Saved entries
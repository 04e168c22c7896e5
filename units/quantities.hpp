#pragma once
// Quantity types used at every library boundary (Boost.Units, SI system).
// Temperature is always absolute (kelvin) and is an affine quantity: two temperatures subtract to a
// TemperatureDifference, a difference adds to a temperature, but two temperatures do not add (the
// sum of 300 K and 300 K is not a temperature of anything). Boost.Units enforces that at compile time.
// Raw doubles are for dimensionless ratios and solver inner loops; their names carry the unit.

#include <boost/units/absolute.hpp>
#include <boost/units/physical_dimensions.hpp>
#include <boost/units/quantity.hpp>
#include <boost/units/systems/si.hpp>

namespace stackbound::units {

namespace bu = boost::units;

using Temperature = bu::quantity<bu::absolute<bu::si::temperature>>;  // absolute, K
using TemperatureDifference = bu::quantity<bu::si::temperature>;     // a difference of two, K
using Pressure = bu::quantity<bu::si::pressure>;
using Amount = bu::quantity<bu::si::amount>;
using Mass = bu::quantity<bu::si::mass>;
using Energy = bu::quantity<bu::si::energy>;
using Power = bu::quantity<bu::si::power>;
using Time = bu::quantity<bu::si::time>;
using Volume = bu::quantity<bu::si::volume>;

using MolarMassUnit = bu::divide_typeof_helper<bu::si::mass, bu::si::amount>::type;
using MassFlowUnit = bu::divide_typeof_helper<bu::si::mass, bu::si::time>::type;
using MolarFlowUnit = bu::divide_typeof_helper<bu::si::amount, bu::si::time>::type;
using MolarVolumeUnit = bu::divide_typeof_helper<bu::si::volume, bu::si::amount>::type;
using MolarEnergyUnit = bu::divide_typeof_helper<bu::si::energy, bu::si::amount>::type;
using SpecificEnergyUnit = bu::divide_typeof_helper<bu::si::energy, bu::si::mass>::type;
using MolarEntropyUnit = bu::divide_typeof_helper<MolarEnergyUnit, bu::si::temperature>::type;
using HeatCapacityUnit = bu::divide_typeof_helper<bu::si::energy, bu::si::temperature>::type;
using MassPerAmountUnit = MolarMassUnit;

using MolarMass = bu::quantity<MolarMassUnit>;
using MassFlow = bu::quantity<MassFlowUnit>;
using MolarFlow = bu::quantity<MolarFlowUnit>;
using MolarVolume = bu::quantity<MolarVolumeUnit>;
using MolarEnergy = bu::quantity<MolarEnergyUnit>;          // J/mol: molar enthalpy, Gibbs energy
using MolarEntropy = bu::quantity<MolarEntropyUnit>;        // J/(mol K): molar entropy, heat capacity
using SpecificEnergy = bu::quantity<SpecificEnergyUnit>;    // J/kg: heating values by mass
using HeatCapacity = bu::quantity<HeatCapacityUnit>;        // J/K: heat capacity of an amount of gas

// Constructors from SI numbers, so call sites read as `kelvin(1800.0)`.
inline Temperature kelvin(double value) { return Temperature::from_value(value); }
inline TemperatureDifference kelvin_difference(double value) { return TemperatureDifference::from_value(value); }
inline Pressure pascals(double value) { return value * bu::si::pascal; }
inline Amount moles(double value) { return value * bu::si::mole; }
inline Mass kilograms(double value) { return value * bu::si::kilogram; }
inline Energy joules(double value) { return value * bu::si::joule; }
inline Power watts(double value) { return value * bu::si::watt; }
inline Time seconds(double value) { return value * bu::si::second; }
inline MolarMass kilograms_per_mole(double value) { return MolarMass::from_value(value); }
inline MassFlow kilograms_per_second(double value) { return MassFlow::from_value(value); }
inline MolarFlow moles_per_second(double value) { return MolarFlow::from_value(value); }
inline MolarVolume cubic_metres_per_mole(double value) { return MolarVolume::from_value(value); }
inline MolarEnergy joules_per_mole(double value) { return MolarEnergy::from_value(value); }
inline MolarEntropy joules_per_mole_kelvin(double value) { return MolarEntropy::from_value(value); }
inline SpecificEnergy joules_per_kilogram(double value) { return SpecificEnergy::from_value(value); }
inline HeatCapacity joules_per_kelvin(double value) { return HeatCapacity::from_value(value); }

}  // namespace stackbound::units
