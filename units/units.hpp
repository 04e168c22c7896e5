#pragma once
// Umbrella header of the units layer.
#include "units/constants.hpp"
#include "units/input_error.hpp"
#include "units/normal_conditions.hpp"
#include "units/quantities.hpp"
#include "units/quantity_parser.hpp"
#include "units/nearest_name.hpp"
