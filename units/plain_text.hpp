#pragma once
// Plain text: what an input (a case, fuel, species or readings file, a command-line argument) may
// hold, and how a doubtful text is shown in a message. Plain text is valid UTF-8 without control
// characters other than tab, line feed and carriage return. A stray NUL, C1 or invalid byte would
// otherwise pass the YAML library and reach a report as bytes no JSON reader accepts.

#include <cstddef>
#include <optional>
#include <string>
#include <string_view>

namespace stackbound::units {

// The first offending byte of a text: what is wrong with it and how to mend the file, in words for a
// message ("byte 0xFC is not valid UTF-8", "save the file as UTF-8").
struct TextFault {
  std::size_t offset = 0;
  std::string what;
  std::string remedy;
};

[[nodiscard]] std::optional<TextFault> find_text_fault(std::string_view text);

// "<origin>:<line>:<column>" of byte `offset` of `text`; lines and columns count from 1, columns in bytes.
[[nodiscard]] std::string text_position(std::string_view origin, std::string_view text, std::size_t offset);

// `text` with every byte that is not plain text, and tab, line feed and carriage return, shown as an
// escape (\x00, \u0085, \n), so that a message stays on one line, is plain text itself and
// shows what was really there.
[[nodiscard]] std::string printable(std::string_view text);

// Throws units::InputError "<origin>:<line>:<column>: <what>; <remedy>" at the first fault of `text`.
void require_plain_text(std::string_view text, std::string_view origin);

}  // namespace stackbound::units
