/// Unsöld's van der Waals width by neutral hydrogen, rad s⁻¹ (0 when the levels lie above
/// the ionisation limit or no ionisation energy is known).
pub fn unsold_vdw(
    line: &Line,
    mass_g: f64,
    ionization_ev: Option<f64>,
    gas: &BroadeningGas,
) -> f64 {
    let Some(chi) = ionization_ev else {
        return 0.0;
    };
    let to_ev = HC / EV;
    let (el, eu) = (line.lower_cm * to_ev, line.upper_cm * to_ev);
    let (bl, bu) = (chi - el, chi - eu);
    if bl <= 0.0 || bu <= 0.0 {
        return 0.0;
    }
    let dc6 = 0.3e-30 * (1.0 / (bu * bu) - 1.0 / (bl * bl));
    if dc6 <= 0.0 {
        return 0.0;
    }
    let m_h = 1.008 * AMU;
    let mu = mass_g * m_h / (mass_g + m_h);
    let vbar = (8.0 * K_B * gas.temperature / (std::f64::consts::PI * mu)).sqrt();
    8.08 * dc6.powf(0.4) * vbar.powf(0.6) * gas.neutral_hydrogen
}

#[cfg(test)]
mod tests {
    use super::*;
    use crate::atoms::lines::Catalogue;

    fn gas() -> BroadeningGas {
        BroadeningGas {
            temperature: 5800.0,
            electron_density: 1e13,
            neutral_hydrogen: 1e17,
            microturbulence: 0.0,
        }
    }

    #[test]
    fn doppler_width_of_h_alpha() {
        // Common practice, no source: thermal width of Hα at 10⁴ K, b = √(2kT/m_H) = 12.85 km/s,
        // Δλ_D = λ b/c = 0.281 Å.
        let cat = Catalogue::embedded();
        let ha = cat.get("H-alpha").unwrap();
        let g = BroadeningGas {
            temperature: 1e4,
            ..gas()
        };
        let h = Hydrogenic::HYDROGEN;
        let w = widths(ha, 1.008 * AMU, Some(13.598), 0, Some(&h), &g);
        assert!(
            (w.doppler_cm * 1e8 - 0.2811).abs() < 0.002,
            "{}",
            w.doppler_cm * 1e8
        );
        // Radiative width: A-sum out of n = 3 plus out of n = 2 (bundled): ≈ 1.0e8 + 4.7e8.
        assert!(
            w.gamma_rad > 4.5e8 && w.gamma_rad < 6.5e8,
            "{}",
            w.gamma_rad
        );
        assert!(w.gamma_stark.abs() < 1e-300);
    }

    #[test]
    fn gamma_function_values() {
        // Exact values: Γ(1) = Γ(2) = 1, Γ(1/2) = √π, Γ(5) = 24, Γ(3/2) = √π/2; Γ(4/3) =
        // 0.892979511569249 (Abramowitz & Stegun 1964, Table 6.1, from memory).
        let sp = std::f64::consts::PI.sqrt();
        for (x, want) in [
            (1.0, 1.0),
            (2.0, 1.0),
            (0.5, sp),
            (5.0, 24.0),
            (1.5, 0.5 * sp),
            (4.0 / 3.0, 0.892_979_511_569_249),
        ] {
            let got = gamma_fn(x);
            assert!(
                (got / want - 1.0).abs() < 1e-13,
                "Γ({x}) = {got}, want {want}"
            );
        }
    }

    #[test]
    fn self_broadening_of_balmer_lines() {
        // Hα at 5000 K from the cross-section rule worked by hand: v̄ = √(8kT/(πμ)) =
        // 1.4477e6 cm/s for μ = m_H/2; w/N_H = (4/π)^{0.3385} Γ(1.6615) v̄ σ (v̄/v₀)^{−0.677}
        // = 1.0852 × 0.9019 × 1.4477e6 × 3.3044e-14 × 0.7785 ≈ 3.64e-8 rad s⁻¹ cm³ (half
        // width), so Γ = 7.3e-8 N_H.
        let g = hydrogen_self_broadening(2, 3, 5000.0, 1.0);
        assert!((g / 7.28e-8 - 1.0).abs() < 0.01, "{g:e}");
        // T^{(1−α)/2} scaling of the cross-section rule.
        let g2 = hydrogen_self_broadening(2, 3, 10_000.0, 1.0);
        assert!((g2 / g / 2f64.powf(0.5 * (1.0 - 0.677)) - 1.0).abs() < 1e-12);
        // Linear in the perturber density.
        assert!(
            (hydrogen_self_broadening(2, 4, 6000.0, 1e17)
                / hydrogen_self_broadening(2, 4, 6000.0, 1e16)
                - 10.0)
                .abs()
                < 1e-12
        );
        // Resonance rule for Lyman α by hand: 4π·0.96·√(1/3)·e² f/(m_e ω), f = 0.4164,
        // ω = 2πc/121.57 nm = 1.5495e16 s⁻¹: 6.96·2.5343e8·0.4164/1.5495e16 ≈ 4.74e-8.
        let ly = hydrogen_self_broadening(1, 2, 5000.0, 1.0);
        assert!((ly / 4.74e-8 - 1.0).abs() < 0.01, "{ly:e}");
        // The Balmer lines above Hγ continue from Hγ with the rule's own step from line to
        // line, so the width rises along the whole series without a jump at Hδ (the rule
        // alone is 3.8× below the cross-section width for Hγ at 5000 K).
        for t in [3000.0, 5000.0, 10_000.0] {
            let rule = |up: u32| resonance_width(2, up) + hydrogen_unsold_width(2, up, t);
            let series: Vec<f64> = (3..=30)
                .map(|up| hydrogen_self_broadening(2, up, t, 1.0))
                .collect();
            assert!(series.windows(2).all(|w| w[1] > w[0]), "{t} K: {series:?}");
            let step = series[3] / series[2];
            assert!((step / (rule(6) / rule(5)) - 1.0).abs() < 1e-12, "{t} K");
            assert!(
                step > 1.0 && step < series[2] / series[1],
                "{t} K: Hδ/Hγ {step}"
            );
            assert!(self_broadening_includes_vdw(2, 6) && self_broadening_includes_vdw(2, 30));
        }
        let jump = cross_section_width(2, 5, 5000.0).unwrap()
            / (resonance_width(2, 5) + hydrogen_unsold_width(2, 5, 5000.0));
        assert!((jump - 3.8).abs() < 0.1, "{jump}");
        // Paschen and Lyman lines keep the resonance rule, with Unsöld's term added by
        // `widths`.
        assert!(!self_broadening_includes_vdw(3, 4) && !self_broadening_includes_vdw(1, 2));
        // Lines with cross-sections drop the Unsöld term; others keep it.
        let cat = Catalogue::embedded();
        let h = Hydrogenic::HYDROGEN;
        let ha = widths(
            cat.get("H-alpha").unwrap(),
            1.008 * AMU,
            Some(13.598),
            0,
            Some(&h),
            &gas(),
        );
        assert!(ha.gamma_vdw == 0.0 && ha.gamma_self > 0.0);
        assert!((ha.gamma_self / hydrogen_self_broadening(2, 3, 5800.0, 1e17) - 1.0).abs() < 1e-15);
        let hd_line = cat.get("H-delta").unwrap();
        let hd = widths(hd_line, 1.008 * AMU, Some(13.598), 0, Some(&h), &gas());
        assert!(hd.gamma_vdw == 0.0 && hd.gamma_self > ha.gamma_self);
        // The hydrogenic Unsöld term is the general one with the catalogue's energies and
        // the ground state's binding energy as the ionisation energy.
        let chi = h.binding_wavenumber(1) * HC / EV;
        let general = unsold_vdw(hd_line, 1.008 * AMU, Some(chi), &gas());
        let hydrogenic = hydrogen_unsold_width(2, 6, 5800.0) * gas().neutral_hydrogen;
        assert!(
            (hydrogenic / general - 1.0).abs() < 1e-12,
            "{hydrogenic:e} {general:e}"
        );
        let pa = widths(
            cat.get("H I 3-4").unwrap(),
            1.008 * AMU,
            Some(13.598),
            0,
            Some(&h),
            &gas(),
        );
        assert!(pa.gamma_vdw > 0.0);
    }

    #[test]
    fn classical_damping_value() {
        // physics.md §1: γ_cl = 0.22235/λ² s⁻¹ with λ in cm.
        let l = 5000e-8;
        assert!((classical_damping(l) * l * l / 0.22235 - 1.0).abs() < 5e-5);
    }

    #[test]
    fn unsold_width_scales_with_density_and_temperature() {
        let cat = Catalogue::embedded();
        let na = cat.get("Na I D2").unwrap();
        let m = 22.99 * AMU;
        let mut line = na.clone();
        line.broadening.log_gamma_vdw = None;
        let g1 = unsold_vdw(&line, m, Some(5.139), &gas());
        let mut g = gas();
        g.neutral_hydrogen *= 10.0;
        g.temperature *= 2.0;
        let g2 = unsold_vdw(&line, m, Some(5.139), &g);
        // Γ ∝ N T^{0.3}: ×10 × 2^{0.3}.
        assert!((g2 / g1 / (10.0 * 2f64.powf(0.3)) - 1.0).abs() < 1e-12);
        // Order of magnitude for Na D at N_H = 1e17, 5800 K: Γ₆ ~ 1e9 s⁻¹ (Unsöld; the
        // measured value is ~2× larger). Common practice, no source.
        assert!(g1 > 2e8 && g1 < 5e9, "{g1:e}");
    }
}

What you have to do:
Quote, word for word, every line from the top of the entries through the line that holds "using Amount = bu::quantity<bu::si::amount>;".

Result for this exercise:
repository 04e168c22c7896e5
filename units/quantities.hpp
#pragma once
// Quantity types used at every library boundary (Boost.Units, SI system).
// Temperature is always absolute (kelvin) and is an affine quantity: two temperatures subtract to a
// TemperatureDifference, a difference adds to a temperature, but two temperatures do not add (the
// sum of 300 K and 300 K is not a temperature of anything). Boost.Units enforces that at compile time.
// Raw doubles are for dimensionless ratios and solver inner loops; their names carry the unit.

#include <boost/units/absolute.hpp>
#include <boost/units/physical_dimensions.hpp>
#include <boost/units/quantity.hpp>
#include <boost/units/systems/si.hpp>

namespace stackbound::units {

namespace bu = boost::units;

using Temperature = bu::quantity<bu::absolute<bu::si::temperature>>;  // absolute, K
using TemperatureDifference = bu::quantity<bu::si::temperature>;     // a difference of two, K
using Pressure = bu::quantity<bu::si::pressure>;
using Amount = bu::quantity<bu::si::amount>;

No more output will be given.